(EXERCISE REQUIREMENTS) Some entries follow. Reproduce exactly the lines starting at the one with "filename app/lab/calibration/actions.ts" and stopping after the one with "import Stripe from".

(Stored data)
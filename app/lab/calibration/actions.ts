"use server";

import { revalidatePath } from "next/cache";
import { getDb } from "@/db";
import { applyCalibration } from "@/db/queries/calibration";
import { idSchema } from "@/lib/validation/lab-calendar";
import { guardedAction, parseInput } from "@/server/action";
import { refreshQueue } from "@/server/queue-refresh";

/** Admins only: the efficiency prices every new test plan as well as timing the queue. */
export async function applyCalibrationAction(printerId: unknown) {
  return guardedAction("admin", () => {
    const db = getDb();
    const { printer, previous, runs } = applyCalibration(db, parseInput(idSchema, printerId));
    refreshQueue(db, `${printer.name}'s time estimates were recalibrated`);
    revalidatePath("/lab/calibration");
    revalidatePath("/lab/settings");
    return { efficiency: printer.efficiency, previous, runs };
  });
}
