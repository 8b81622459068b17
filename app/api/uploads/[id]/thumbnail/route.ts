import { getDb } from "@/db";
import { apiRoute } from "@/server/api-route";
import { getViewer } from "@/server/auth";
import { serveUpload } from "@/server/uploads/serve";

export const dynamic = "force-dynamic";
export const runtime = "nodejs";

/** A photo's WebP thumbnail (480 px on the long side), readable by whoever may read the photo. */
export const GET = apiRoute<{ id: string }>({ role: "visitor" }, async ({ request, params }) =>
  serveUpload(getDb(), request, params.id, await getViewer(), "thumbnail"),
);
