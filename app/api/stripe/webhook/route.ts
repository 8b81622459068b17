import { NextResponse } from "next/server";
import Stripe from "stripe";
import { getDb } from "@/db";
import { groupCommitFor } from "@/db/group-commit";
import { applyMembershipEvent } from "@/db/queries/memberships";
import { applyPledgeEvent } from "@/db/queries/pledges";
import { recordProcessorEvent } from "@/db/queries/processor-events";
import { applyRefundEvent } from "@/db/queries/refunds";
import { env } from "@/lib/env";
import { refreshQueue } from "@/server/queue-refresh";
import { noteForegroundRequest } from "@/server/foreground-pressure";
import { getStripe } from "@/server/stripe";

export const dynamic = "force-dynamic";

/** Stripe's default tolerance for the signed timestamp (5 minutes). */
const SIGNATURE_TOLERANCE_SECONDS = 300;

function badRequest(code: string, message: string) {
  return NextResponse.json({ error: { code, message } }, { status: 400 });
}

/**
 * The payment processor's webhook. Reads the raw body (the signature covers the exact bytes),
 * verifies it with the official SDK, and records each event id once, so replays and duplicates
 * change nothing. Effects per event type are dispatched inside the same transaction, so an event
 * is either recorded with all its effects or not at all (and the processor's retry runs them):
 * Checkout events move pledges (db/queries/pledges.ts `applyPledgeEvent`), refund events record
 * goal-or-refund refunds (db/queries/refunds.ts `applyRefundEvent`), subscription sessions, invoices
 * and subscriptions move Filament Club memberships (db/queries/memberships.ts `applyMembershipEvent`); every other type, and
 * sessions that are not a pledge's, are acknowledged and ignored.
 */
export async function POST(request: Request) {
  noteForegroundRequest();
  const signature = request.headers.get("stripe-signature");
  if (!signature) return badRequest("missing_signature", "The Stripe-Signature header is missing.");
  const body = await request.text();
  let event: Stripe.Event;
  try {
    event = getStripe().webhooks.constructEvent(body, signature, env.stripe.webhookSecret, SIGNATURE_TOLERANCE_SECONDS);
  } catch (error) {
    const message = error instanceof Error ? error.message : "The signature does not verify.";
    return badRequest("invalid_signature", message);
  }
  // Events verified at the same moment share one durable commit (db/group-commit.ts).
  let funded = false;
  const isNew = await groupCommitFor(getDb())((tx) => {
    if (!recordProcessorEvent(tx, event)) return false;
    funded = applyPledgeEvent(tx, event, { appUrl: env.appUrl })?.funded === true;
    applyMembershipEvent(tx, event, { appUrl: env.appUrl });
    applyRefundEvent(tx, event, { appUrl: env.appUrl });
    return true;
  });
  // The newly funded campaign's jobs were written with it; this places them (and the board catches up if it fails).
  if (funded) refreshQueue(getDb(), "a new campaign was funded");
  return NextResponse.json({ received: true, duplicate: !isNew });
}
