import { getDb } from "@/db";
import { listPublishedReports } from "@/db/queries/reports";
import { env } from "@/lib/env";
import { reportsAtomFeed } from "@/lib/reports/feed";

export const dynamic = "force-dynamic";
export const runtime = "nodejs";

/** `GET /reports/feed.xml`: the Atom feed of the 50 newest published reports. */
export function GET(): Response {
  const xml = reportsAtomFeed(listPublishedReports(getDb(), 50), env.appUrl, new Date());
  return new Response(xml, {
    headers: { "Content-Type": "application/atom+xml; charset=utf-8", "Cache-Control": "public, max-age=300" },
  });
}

...

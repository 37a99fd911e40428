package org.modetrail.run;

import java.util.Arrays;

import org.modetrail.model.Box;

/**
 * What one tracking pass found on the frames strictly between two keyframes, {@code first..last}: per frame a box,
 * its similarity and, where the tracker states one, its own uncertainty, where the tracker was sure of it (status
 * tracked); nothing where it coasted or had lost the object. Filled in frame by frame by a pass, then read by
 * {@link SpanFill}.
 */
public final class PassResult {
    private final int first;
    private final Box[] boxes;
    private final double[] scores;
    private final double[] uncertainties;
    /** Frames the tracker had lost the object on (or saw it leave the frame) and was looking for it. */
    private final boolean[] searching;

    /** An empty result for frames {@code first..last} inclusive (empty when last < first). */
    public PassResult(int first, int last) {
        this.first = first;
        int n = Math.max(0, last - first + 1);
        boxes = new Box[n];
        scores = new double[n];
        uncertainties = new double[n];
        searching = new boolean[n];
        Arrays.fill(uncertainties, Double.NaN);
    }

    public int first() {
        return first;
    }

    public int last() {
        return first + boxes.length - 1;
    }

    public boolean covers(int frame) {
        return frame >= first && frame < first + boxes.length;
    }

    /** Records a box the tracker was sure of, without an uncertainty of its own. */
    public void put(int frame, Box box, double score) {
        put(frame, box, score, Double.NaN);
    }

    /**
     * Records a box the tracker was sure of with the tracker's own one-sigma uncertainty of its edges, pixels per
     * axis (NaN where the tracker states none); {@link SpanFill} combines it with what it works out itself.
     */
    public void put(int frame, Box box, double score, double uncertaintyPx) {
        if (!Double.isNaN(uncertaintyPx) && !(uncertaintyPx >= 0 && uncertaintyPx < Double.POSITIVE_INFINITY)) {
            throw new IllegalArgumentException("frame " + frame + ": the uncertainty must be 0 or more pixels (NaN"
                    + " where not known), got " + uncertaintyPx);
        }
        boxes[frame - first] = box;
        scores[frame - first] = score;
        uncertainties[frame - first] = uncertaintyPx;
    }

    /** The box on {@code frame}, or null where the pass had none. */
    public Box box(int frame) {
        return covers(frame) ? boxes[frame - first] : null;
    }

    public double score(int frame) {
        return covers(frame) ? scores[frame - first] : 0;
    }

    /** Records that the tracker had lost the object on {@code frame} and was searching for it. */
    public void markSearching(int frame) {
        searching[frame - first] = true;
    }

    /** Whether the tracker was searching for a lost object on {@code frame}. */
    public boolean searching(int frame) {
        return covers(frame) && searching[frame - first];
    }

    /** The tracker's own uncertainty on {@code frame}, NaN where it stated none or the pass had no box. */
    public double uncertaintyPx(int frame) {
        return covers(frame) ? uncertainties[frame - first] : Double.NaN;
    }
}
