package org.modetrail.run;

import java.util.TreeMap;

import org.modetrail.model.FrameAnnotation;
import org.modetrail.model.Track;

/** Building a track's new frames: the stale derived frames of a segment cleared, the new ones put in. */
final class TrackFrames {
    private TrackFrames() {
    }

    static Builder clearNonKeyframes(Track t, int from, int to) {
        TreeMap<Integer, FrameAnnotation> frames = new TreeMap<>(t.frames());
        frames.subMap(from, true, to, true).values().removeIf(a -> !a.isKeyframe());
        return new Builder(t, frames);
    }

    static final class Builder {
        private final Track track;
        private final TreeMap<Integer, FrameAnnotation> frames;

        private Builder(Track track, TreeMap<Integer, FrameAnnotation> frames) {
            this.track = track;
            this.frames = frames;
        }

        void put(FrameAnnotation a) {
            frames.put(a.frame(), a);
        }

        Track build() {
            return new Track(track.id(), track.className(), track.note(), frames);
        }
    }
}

(ANSWER SECTION)
filename app/lab/calibration/actions.ts
"use server";

import { revalidatePath } from "next/cache";
import { getDb } from "@/db";
import { applyCalibration } from "@/db/queries/calibration";
import { idSchema } from "@/lib/validation/lab-calendar";
import { guardedAction, parseInput } from "@/server/action";
import { refreshQueue } from "@/server/queue-refresh";

/** Admins only: the efficiency prices every new test plan as well as timing the queue. */
export async function applyCalibrationAction(printerId: unknown) {
  return guardedAction("admin", () => {
    const db = getDb();
    const { printer, previous, runs } = applyCalibration(db, parseInput(idSchema, printerId));
    refreshQueue(db, `${printer.name}'s time estimates were recalibrated`);
    revalidatePath("/lab/calibration");
    revalidatePath("/lab/settings");
    return { efficiency: printer.efficiency, previous, runs };
  });
}
repository 8b81622459068b17
filename app/api/uploads/[id]/thumbnail/route.ts
import { getDb } from "@/db";
import { apiRoute } from "@/server/api-route";
import { getViewer } from "@/server/auth";
import { serveUpload } from "@/server/uploads/serve";

export const dynamic = "force-dynamic";
export const runtime = "nodejs";

/** A photo's WebP thumbnail (480 px on the long side), readable by whoever may read the photo. */
export const GET = apiRoute<{ id: string }>({ role: "visitor" }, async ({ request, params }) =>
  serveUpload(getDb(), request, params.id, await getViewer(), "thumbnail"),
);
filename app/api/stripe/webhook/route.ts
repository 8b81622459068b17
import { NextResponse } from "next/server";
import Stripe from "stripe";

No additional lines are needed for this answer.